Malaria diagnosis using microscopy is currently the gold standard. However, malaria rapid diagnostic tests (mRDTs) were developed to simplify the diagnosis in regions without access to functional microscopy.
The objective of this study was to compare the diagnostic accuracy of mRDT CareStatTM with microscopy.
This study was conducted in the paediatric primary care clinic of the Federal Medical Centre, Asaba, Nigeria.
A cross-sectional study for diagnostic accuracy was conducted from May 2016 to October 2016. Ninety-eight participants were involved to obtain a precision of 5%, sensitivity of mRDT CareStatTM of 95% from published work and 95% level of confidence after adjusting for 20% non-response rate or missing data. Consecutive participants were tested using both microscopy and mRDT. The results were analysed using EPI Info Version 7.
A total of 98 children aged 3–59 months were enrolled. Malaria prevalence was found to be 53% (95% confidence interval [CI] = 46% – 60%), whilst sensitivity and specificity were 29% (95% CI = 20% – 38%) and 89% (95% CI = 83% – 95%), respectively. The positive and negative predictive values were 75% (95% CI = 66.4% – 83.6%) and 53% (95% CI = 46% – 60%), respectively.
Agreement between malaria parasitaemia using microscopy and mRDT positivity increased with increase in the parasite density. The mRDT might be negative when malaria parasite density using microscopy is low.
Malaria is one of the leading causes of morbidity and mortality worldwide, especially in under 5-year-old children and pregnant women in sub-Saharan Africa, where over 80% of cases and at least 90% of malaria deaths occur.
The objectives of this study were to determine the sensitivity and specificity of mRDT and factors that affect these parameters using microscopy as the gold standard, to calculate the positive and negative predictive values of mRDT in the study population and to determine the association between parasite density and mRDT.
We hypothesized that mRDT has sensitivity and specificity similar to microscopy.
The study was conducted in the Children Outpatient Clinic (CHOP) of the Federal Medical Centre, Asaba. The clinic has three consulting rooms that are run by family physicians (Residents and Consultants) in the Family Medicine department. An average of 100 malaria cases are seen monthly amongst under five children presenting to the clinic. Asaba is the capital city of Delta State and shares boundary with Anambra State on the eastern coast of the Niger River.
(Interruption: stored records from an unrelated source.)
'use client';

import { RouteError } from '@/components/fleet/route-error';

export default function AlertsErrorPage({ reset }: { error: Error; reset: () => void }) {
  return <RouteError title="Alerts" what="The alerts" reset={reset} />;
}
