def fit_wells(
    fun: lsq.Model,
    p0: np.ndarray,
    y: np.ndarray,
    w: np.ndarray,
    *,
    lower: np.ndarray | None = None,
    upper: np.ndarray | None = None,
    max_iter: int = 60,
    lam0: float = 1e-3,
    ftol: float | None = None,
) -> LMFit:
    """Fit one curve per well with the shared batched solver (:func:`vzero.plugins.kinetics.lsq.solve`: its
    bound handling and convergence rules) and :data:`WELL_TOLERANCES`.

    ``fun(params[m, p], rows[m]) -> (model [m, t], jacobian [m, p, t])`` evaluates the wells ``rows``;
    ``y`` ``[n, t]`` (NaN allowed where ``w == 0``); ``w`` 0/1 weights. A well whose damping grew without a
    step lowering its cost (stalled) sits at a stationary point: it counts as converged here, and the
    caller judges the fit by its residuals against the read noise. ``lam0``: the initial damping (small for
    a start next to the solution); ``ftol`` replaces the relative cost change of :data:`WELL_TOLERANCES`.
    """
    tol = WELL_TOLERANCES if ftol is None else {**WELL_TOLERANCES, "ftol": ftol}
    sol = lsq.solve(fun, p0, y, w, lower=lower, upper=upper, max_iter=max_iter, lam0=lam0, **tol)
    with np.errstate(invalid="ignore", divide="ignore"):
        if np.all(w > 0):  # every point counts: no masks needed
            fitted = sol.resid / w + y
        else:
            fitted = np.where(w > 0, sol.resid / w + np.where(w > 0, y, 0.0), np.nan)
    return LMFit(sol.params, sol.cost, fit_wells_tss(y, w), lsq.unit_covariance(sol.jac),
                 (sol.converged | sol.stalled) & np.isfinite(sol.cost), sol.n_iter, fitted)


#: Below this argument Wright omega is exp(x) to double precision (relative error e^x); the iteration would
#: take logs of subnormal numbers there.
_OMEGA_TAIL = -700.0


def wright_omega(x: np.ndarray | float) -> np.ndarray:
    """Wright omega function for real ``x``: the solution ``w > 0`` of ``w + ln w = x`` (``W(e^x)``).

    The same values as ``scipy.special.wrightomega`` (within a few 1e-15 relative; checked against it and
    against ``scipy.special.lambertw`` in the tests) for less work on large arrays (bench/COSTS.md): a start
    from Winitzki's approximation of Lambert W (2003, relative error below 2 %) applied to ``ln(1 + e^x)``,
    then three Newton steps ``w <- w (1 + x - ln w) / (1 + w)``, each squaring the relative error
    (2e-2 -> 1e-4 -> 1e-8 -> 1e-16). Every step works in place on whole arrays. Finite ``x`` expected.
    """
    xa = np.asarray(x, dtype=float)
    shape = xa.shape
    x1 = np.atleast_1d(xa)
    with np.errstate(all="ignore"):
        # softplus y = ln(1 + e^x) without overflow: max(x, 0) + ln(1 + e^-|x|)
        y = np.abs(x1)
        np.negative(y, out=y)
        np.exp(y, out=y)
        np.log1p(y, out=y)
        y += np.fmax(x1, 0.0)
        # Winitzki: W(z) ~ L (1 - ln(1 + L) / (2 + L)) with L = ln(1 + z), here z = e^x
        w = np.log1p(y)
        w /= y + 2.0
        np.subtract(1.0, w, out=w)
        w *= y
        for _ in range(3):
            step = np.log(w)
            np.subtract(x1, step, out=step)
            step += 1.0
            step /= w + 1.0  # divide before multiplying: no overflow for huge x
            w *= step
        low = x1 < _OMEGA_TAIL
        if low.any():
            w[low] = np.exp(x1[low])
    return w.reshape(shape) if shape else w[0]


def integrated_mm(t: np.ndarray, s0: np.ndarray, km: np.ndarray, vmax: np.ndarray) -> np.ndarray:
    """Substrate left at time ``t`` under Michaelis–Menten kinetics (closed form, broadcasting).

    ``S = Km * omega(ln(S0/Km) + (S0 - Vmax t)/Km)`` (Wright omega = Lambert W of ``exp`` of the argument).
    """
    arg = np.log(s0 / km) + (s0 - vmax * t) / km
    return km * wright_omega(arg)


def _substrate_left(
    t: np.ndarray, s0: np.ndarray, km: np.ndarray, vmax: np.ndarray
) -> tuple[np.ndarray, np.ndarray]:
    """Substrate left ``S`` (clipped to [1e-300, S0]) and ``Vmax t``, each ``[n, t]``."""
    vt = vmax * t
    arg = np.subtract(s0, vt)
    arg /= km
    arg += np.log(s0 / km)
    s = wright_omega(arg)
    s *= km
    np.maximum(s, 1e-300, out=s)  # np.clip's values, without its per-call overhead
    np.minimum(s, s0, out=s)
    return s, vt


def _mm_terms(
    t: np.ndarray, s0: np.ndarray, km: np.ndarray, vmax: np.ndarray
) -> tuple[np.ndarray, np.ndarray, np.ndarray]:
    """Product ``P``, ``q = S/(S + Km)`` and ``Vmax t`` (each ``[n, t]``): the pieces of every derivative.

    With the implicit equation ``Km ln(S0/S) = Vmax t - P`` (no second logarithm needed), the derivatives of
    P with respect to ln S0, ln Km and ln Vmax are ``S0 - (S0 + Km) q``, ``-(Vmax t - P) q`` and
    ``Vmax t q`` (:func:`_mm_curve`).
    """
    s, vt = _substrate_left(t, s0, km, vmax)
    q = s + km
    np.divide(s, q, out=q)
    np.subtract(s0, s, out=s)
    return s, q, vt


def _mm_terms_with_s(
    t: np.ndarray, s0: np.ndarray, km: np.ndarray, vmax: np.ndarray
) -> tuple[np.ndarray, np.ndarray, np.ndarray, np.ndarray]:
    """:func:`_mm_terms` and the substrate left ``S`` itself (at least 1e-300): ``ln(S/S0)`` taken from ``P``
    would be ``log1p(-P/S0)``, which is ``-inf`` once a curve has run to completion (P/S0 rounds to 1)."""
    s, vt = _substrate_left(t, s0, km, vmax)
    q = s + km
    np.divide(s, q, out=q)
    return np.subtract(s0, s), q, vt, s


def _mm_curve(
    t: np.ndarray, s0: np.ndarray, km: np.ndarray, vmax: np.ndarray
) -> tuple[np.ndarray, np.ndarray, np.ndarray, np.ndarray]:
    """Product P and its derivatives with respect to ln S0, ln Km and ln Vmax (each ``[n, t]``)."""
    p, q, vt = _mm_terms(t, s0, km, vmax)
    return p, s0 - (s0 + km) * q, (p - vt) * q, vt * q


Model = lsq.Model


def _times(t: np.ndarray, rows: np.ndarray) -> np.ndarray:
    """The time grid of the wells ``rows``: ``t [n]`` shared by every well (``[1, n]``), or ``t [wells, n]``
    one grid per well (block means, :func:`block_means`)."""
    return t[None, :] if t.ndim == 1 else t[rows]


COARSE_BLOCKS = 40
"""Blocks of consecutive reads the whole-curve fits iterate on (:func:`fit_coarse_to_fine`); curves with
fewer than twice as many reads are fitted read by read."""


QUICK_BLOCKS = 20
"""Blocks of the ``quick`` fits (:func:`progress_curve`), which end on the block means."""

QUICK_FTOL = 1e-4
"""Relative change of cost at which the ``quick`` fits stop: on about :data:`QUICK_BLOCKS` block means, whose
cost is about that many read variances, a change of 1e-4 of it is a change of chi² near 0.002, which moves the
parameters by a few hundredths of a standard error."""
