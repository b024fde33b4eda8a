"""Reading plate-reader exports: shapes, detection, tokens, and one clear error for each kind of bad input.

Expected values here are the numbers written in the small invented files of tests/data/readers (see its
README), so each check compares the reader with the file's own text.
"""

from __future__ import annotations

import io
import random
from pathlib import Path

import numpy as np
import pytest
from numpy.testing import assert_allclose, assert_array_equal
from vzero.errors import InputFileError, VzeroError
from vzero.plugins.importers.readers import Block, ReadOptions, read_table

DATA = Path(__file__).parents[2] / "data" / "readers"


def _read(text: str | bytes, **kw: object) -> list[Block]:
    data = text.encode() if isinstance(text, str) else text
    return read_table(data, source="demo.csv", options=ReadOptions(**kw))  # type: ignore[arg-type]


def _xlsx(rows: list[list[object]], sheet: str = "Data", extra: str | None = None) -> bytes:
    import openpyxl

    wb = openpyxl.Workbook(write_only=True)
    ws = wb.create_sheet(sheet)
    for r in rows:
        ws.append(r)
    if extra:
        wb.create_sheet(extra).append(["x"])
    buf = io.BytesIO()
    wb.save(buf)
    return buf.getvalue()


def test_two_titled_wide_blocks() -> None:
    blocks = read_table((DATA / "two_blocks_wide.csv").read_bytes(), source="two_blocks_wide.csv")
    assert [b.name for b in blocks] == ["Kinetic 340 nm", "Kinetic 405 nm"]
    b = blocks[0]
    assert b.wells == ["A1", "A2", "B1", "B2"]
    assert_array_equal(b.time_s, [0, 30, 60, 90])
    assert_allclose(b.signal[0], [0.101, 0.152, 0.203, 0.254])
    assert np.isnan(b.signal[1, 1]) and not b.saturated[1, 1]  # empty cell: missing, not saturated
    assert_array_equal(b.saturated[3], [True, True, True, False])  # OVER, OVER, >3.5, 3.9
    assert np.isnan(b.signal[3, :3]).all() and b.signal[3, 3] == 3.9
    assert b.temperature is not None
    assert_allclose(b.temperature, [25.0, 25.1, 25.1, 25.2])
    assert b.assumptions == []  # time unit given in the header, utf-8, comma: nothing assumed
    assert_allclose(blocks[1].signal[:, 0], [1.0, 2.0, 3.0, 4.0])


def test_ceiling_marks_but_keeps_value() -> None:
    b = read_table((DATA / "two_blocks_wide.csv").read_bytes(), source="f", options=ReadOptions(ceiling=3.9))[0]
    assert b.saturated[3, 3] and b.signal[3, 3] == 3.9
    assert not b.saturated[:3].any()


def test_semicolon_decimal_comma_latin1_minutes() -> None:
    b = read_table((DATA / "semicolon_comma_latin1.txt").read_bytes(), source="s.txt")[0]
    assert b.wells == ["A1", "A2", "A3"]
    assert_allclose(b.time_s, [0.0, 30.0, 60.0, 90.0])  # 0,5 min = 30 s
    assert_allclose(b.signal[2], [0.030, 0.038, 0.046, 0.054])
    assert b.temperature is not None
    assert_allclose(b.temperature, [30.0, 30.0, 30.1, 30.1])
    joined = " ".join(b.assumptions)
    assert "latin-1" in joined and "decimal comma" in joined


def test_long_tsv_hms_times() -> None:
    b = read_table((DATA / "long_hms.tsv").read_bytes(), source="l.tsv")[0]
    assert b.wells == ["A1", "B1"]
    assert_array_equal(b.time_s, [0.0, 20.0, 40.0])
    assert_allclose(b.signal[0], [100, 110, 120])
    assert b.saturated[1, 2] and np.isnan(b.signal[1, 2])
    assert b.temperature is not None
    assert_allclose(b.temperature, [37.0, 37.1, 37.1])


def test_long_explicit_columns_and_shape_option() -> None:
    text = "pos,elapsed min,OD340\nA1,0,0.1\nA1,1,0.2\nA2,0,0.3\nA2,1,0.4\n"
    b = _read(text, shape="long", long_columns=("pos", "elapsed min", "OD340"), time_unit="min")[0]
    assert b.wells == ["A1", "A2"]
    assert_array_equal(b.time_s, [0, 60])
    assert_allclose(b.signal, [[0.1, 0.2], [0.3, 0.4]])
    with pytest.raises(InputFileError, match="no header row"):
        _read("Time,A1\n0,1\n", shape="long")


def test_repeated_header_without_blank_line() -> None:
    text = "Time,A1\n0,1\n1,2\nTime,A1\n0,5\n1,6\n"
    blocks = _read(text)
    assert [b.name for b in blocks] == ["block1", "block2"]
    assert_allclose(blocks[1].signal, [[5, 6]])
    assert any("assumed seconds" in a for a in blocks[0].assumptions)


def test_title_line_directly_above_next_header() -> None:
    blocks = _read("Time (s),A1\n0,1\n1,2\nsecond read\nTime (s),A1\n0,5\n1,6\n")
    assert [b.name for b in blocks] == ["block1", "second read"]


def test_skip_rows_and_mm_ss_text() -> None:
    b = _read("junk\nmore junk\nTime,A1\n00:30,1\n01:30,2\n", skip_rows=2)[0]
    assert_array_equal(b.time_s, [30, 90])
    assert any("mm:ss" in a for a in b.assumptions)
    with pytest.raises(InputFileError, match="skip_rows"):
        _read("junk\nTime,A1\n0,1\n", skip_rows=0)


def test_xlsx_wide_with_time_cells() -> None:
    import datetime as dt

    rows: list[list[object]] = [
        ["demo"],
        [],
        ["Time", "A1", "B12"],
        [dt.time(0, 0, 0), 0.5, 1.25],
        [dt.time(0, 0, 30), 0.75, "OVER"],
    ]
    b = read_table(_xlsx(rows), source="p.xlsx", options=ReadOptions())[0]
    assert b.wells == ["A1", "B12"]
    assert_array_equal(b.time_s, [0, 30])
    assert_allclose(b.signal[0], [0.5, 0.75])
    assert b.saturated[1, 1]
    b2 = read_table(_xlsx(rows, extra="Other"), source="p.xlsx", options=ReadOptions(sheet="Data"))[0]
    assert_array_equal(b2.signal, b.signal)


# --- one clear error per kind of bad input -----------------------------------------------------------------


def _err(data: bytes | str, **kw: object) -> InputFileError:
    with pytest.raises(InputFileError) as info:
        _read(data, **kw)
    assert info.value.path == "demo.csv"
    return info.value


def test_error_ragged_row() -> None:
    e = _err("Time,A1,A2\n0,1,2\n1,2,3,4\n")
    assert e.row == 3 and "ragged" in str(e)
    assert _err("Time,A1,A2\n0,1\n").row == 2


def test_error_token_names_token_row_column_well() -> None:
    e = _err("Time,A1,A2\n0,1,2\n1,2,abc\n")
    assert (e.row, e.column, e.well) == (3, "A2", "A2")
    assert "'abc'" in str(e)


def test_error_duplicated_well_columns() -> None:
    e = _err("Time,A1,A01\n0,1,2\n")
    assert e.well == "A1" and "two columns" in str(e)


@pytest.mark.parametrize(("text", "word"), [("Time,A1\n0,1\n5,2\n3,4\n", "back"), ("Time,A1\n0,1\n0,2\n", "repeats")])
def test_error_time_order(text: str, word: str) -> None:
    e = _err(text)
    assert word in str(e) and e.row == (4 if word == "back" else 3)


def test_error_long_duplicate_and_backwards() -> None:
    e = _err("well,time,signal\nA1,0,1\nA1,0,2\n")
    assert e.well == "A1" and "rows 2 and 3" in str(e)
    e = _err("well,time,signal\nA1,5,1\nA1,0,2\n")
    assert e.well == "A1" and "back" in str(e)
    e = _err("well,time,signal\nZ99,0,1\n")
    assert e.row == 2


@pytest.mark.parametrize(
    ("data", "word"),
    [
        (b"", "empty"),
        (b"  \n\n", "empty"),
        (b"\x89PNG\r\n\x1a\n\x00\x00\x00\rIHDR\x00\x00", "not a text table"),
        (b"Dear colleague, here are the results of yesterday.\nBest wishes.\n", "no header row"),
        (b"Time,A1\n", "without data rows"),
        (b"Time,A1\n0,1\n\n1,2\n", "follows a blank line"),
    ],
)
def test_error_not_a_table(data: bytes, word: str) -> None:
    assert word in str(_err(data))


def test_error_xlsx_missing_sheet_lists_sheets() -> None:
    data = _xlsx([["Time", "A1"], [0, 1]], extra="Notes")
    with pytest.raises(InputFileError, match="'Data', 'Notes'"):
        read_table(data, source="p.xlsx", options=ReadOptions(sheet="Plate 9"))
    with pytest.raises(InputFileError, match="cannot open"):
        read_table(data[:200], source="p.xlsx", options=ReadOptions())


# --- fuzz: damaged files raise only the project's errors ---------------------------------------------------


def _mutate(data: bytes, rng: random.Random) -> bytes:
    kind = rng.randrange(4)
    if kind == 0:  # flip bytes
        b = bytearray(data)
        for _ in range(rng.randint(1, 4)):
            b[rng.randrange(len(b))] = rng.randrange(256)
        return bytes(b)
    if kind == 3 and not data.startswith(b"PK"):  # change a cell
        lines = data.split(b"\n")
        i = rng.randrange(len(lines))
        cells = lines[i].split(b",")
        cells[rng.randrange(len(cells))] = rng.choice([b"", b"x", b"-1e999", b"1e5", b"A1", b"Time", b'"', b"0:1"])
        lines[i] = b",".join(cells)
        return b"\n".join(lines)
    lines = data.split(b"\n")
    i = rng.randrange(len(lines))
    if kind == 1:  # drop a line
        del lines[i]
    else:  # duplicate a line
        lines.insert(i, lines[i])
    return b"\n".join(lines)


def test_fuzz_only_project_errors_escape() -> None:
    seeds = [
        (DATA / "two_blocks_wide.csv").read_bytes(),
        (DATA / "semicolon_comma_latin1.txt").read_bytes(),
        (DATA / "long_hms.tsv").read_bytes(),
    ]
    xlsx = _xlsx([["Time (s)", "A1", "A2"], [0, 0.1, 0.2], [30, 0.3, "OVER"]])
    rng = random.Random(20240611)
    n_ok = n_err = 0
    for k in range(600):
        base = xlsx if k % 20 == 0 else seeds[k % 3]
        data = _mutate(base, rng)
        try:
            blocks = read_table(data, source="fuzz", options=ReadOptions())
        except VzeroError:
            n_err += 1
            continue
        n_ok += 1
        for b in blocks:
            assert b.signal.shape == b.saturated.shape == (len(b.wells), b.time_s.size)
            assert (np.diff(b.time_s) > 0).all()
    assert n_ok > 50 and n_err > 50  # the mutations both break and spare files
Although some work has been carried out on this topic, there is paucity of published work on the subject in the South – South geopolitical zone of Nigeria, and the adoption of the mRDT is yet to be popular. This study is therefore aimed at bridging this gap and also to find out the parasite density at which the mRDT will become positive with the aim of making recommendations for its adoption during diagnosis of malaria, especially where the microscopic diagnosis is not feasible.
The study was a cross-sectional study, comparing diagnostic accuracy of malaria using mRDT CareStatTM (a histidine-rich protein-2
Participants were consecutively recruited into the study until the desired sample size was achieved. Finger prick blood sample was obtained, and one thin and one thick blood smears were prepared, stained with 10% Giemsa and read for the presence of malaria parasite by a microscopist. The microscopist was a qualified laboratory scientist with the Federal Medical Centre, Asaba. He has been doing malaria microscopy for 10 years and has been certified as a malaria microscopist. Ten out of the 98 slides were also randomly selected and sent to the parasitology unit of the Medical Microbiology Laboratory of the University College Hospital Ibadan. A drop of blood (about 5 µL) was also taken from the thumb by a dropper that came with the rapid diagnostic test kit. The malaria rapid tests were conducted by the second author, strictly following the instructions on the leaflet in the CareStartTM packs. The sample was introduced into the kit chamber and two drops of the buffer solution were introduced and left for 5–10 min. The results were read and recorded as positive or negative for malaria parasite. The microscopist was independent and hence not aware of the mRDT results obtained. This was performed to remove bias in his interpretation of the blood films sent to the laboratory. The results of the microscopy and the mRDT tests were compared using EPI InfoTM 7 (7.1.5) and the data were summarised using proportions, frequency and percentages. The sensitivity, specificity and predictive values of mRDT were compared with that of the microscopy. Regression analysis was used to determine the relationship between malaria parasite density and the positivity of mRDT.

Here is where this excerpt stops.